#### [What is expected]
Word for word, set down every line of the entries below from the line with "uri, span: entry.span" to the line with "160, 250, 400 —", including both, and no other line.

#### [Excerpted data]
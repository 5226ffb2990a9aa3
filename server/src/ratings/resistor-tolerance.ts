/**
 * Resistor tolerances (`*@ rate RB1 tol=1%`, or `tol=-1%,+2%`), by lowercase instance name: the
 * balancing resistors of a series capacitor string set its DC share, so their spread moves it.
 * The rating names the instance; the last directive in reading order wins. A resistor without one
 * is taken at its card value.
 */
import type { Directive } from '../../../grammar/src/index';
import type { Rated } from './rating-records';

export function resistorTolerances(directives: readonly { uri: string; directive: Directive }[]): Map<string, Rated<readonly [number, number]>> {
  const out = new Map<string, Rated<readonly [number, number]>>();
  for (const { uri, directive: d } of directives) {
    if (d.keyword !== 'rate' || !d.target) continue;
    for (const entry of d.entries) {
      if (entry.key !== 'tol' || !entry.range) continue;
      out.set(d.target.text.toLowerCase(), {
        value: entry.range, origin: { kind: 'rate-directive', target: 'instance', targetName: d.target.text, uri, span: entry.span },
      });
    }
  }
  return out;
}
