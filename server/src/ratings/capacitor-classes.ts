/**
 * Standard rated-voltage classes of aluminium electrolytic capacitors, for the fix that raises a
 * capacitor's rating to the next class.
 */

/**
 * Rated voltages offered across the trade (common practice; no standard is cited for the list as
 * a whole). Many are R10 preferred numbers of ISO 3 (6.3, 10, 16, 25, 63, 100, 160, 250, 400 —
 * from memory); the others (35, 50, 200, 350, 450) are established trade classes.
 */
export const ALUMINIUM_ELECTROLYTIC_VOLTAGE_CLASSES_V: readonly number[] = [
  6.3, 10, 16, 25, 35, 50, 63, 100, 160, 200, 250, 350, 400, 450,
];

/** The origin text a hint shows beside a class from this list. */
export const CAPACITOR_CLASS_SOURCE = 'standard aluminium-electrolytic voltage classes (common practice)';

/**
 * The lowest class whose rated voltage is at least `requiredV` (a value exactly on a class is
 * that class). Undefined above the highest class, where no single electrolytic will do and the
 * fix must propose something else (two in series, another technology).
 */
export function nextCapacitorVoltageClass(
  requiredV: number,
  classesV: readonly number[] = ALUMINIUM_ELECTROLYTIC_VOLTAGE_CLASSES_V,
): number | undefined {
  if (!Number.isFinite(requiredV)) return undefined;
  // A relative tolerance keeps 0.8·rating round trips (e.g. 280 V / 0.8 = 350.00000000000006)
  // on the class they came from.
  return classesV.find((classV) => classV >= requiredV * (1 - 1e-9));
}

#### [Exercise response]
        value: entry.range, origin: { kind: 'rate-directive', target: 'instance', targetName: d.target.text, uri, span: entry.span },
      });
    }
  }
  return out;
}
filename server/src/ratings/capacitor-classes.ts
/**
 * Standard rated-voltage classes of aluminium electrolytic capacitors, for the fix that raises a
 * capacitor's rating to the next class.
 */

/**
 * Rated voltages offered across the trade (common practice; no standard is cited for the list as
 * a whole). Many are R10 preferred numbers of ISO 3 (6.3, 10, 16, 25, 63, 100, 160, 250, 400 —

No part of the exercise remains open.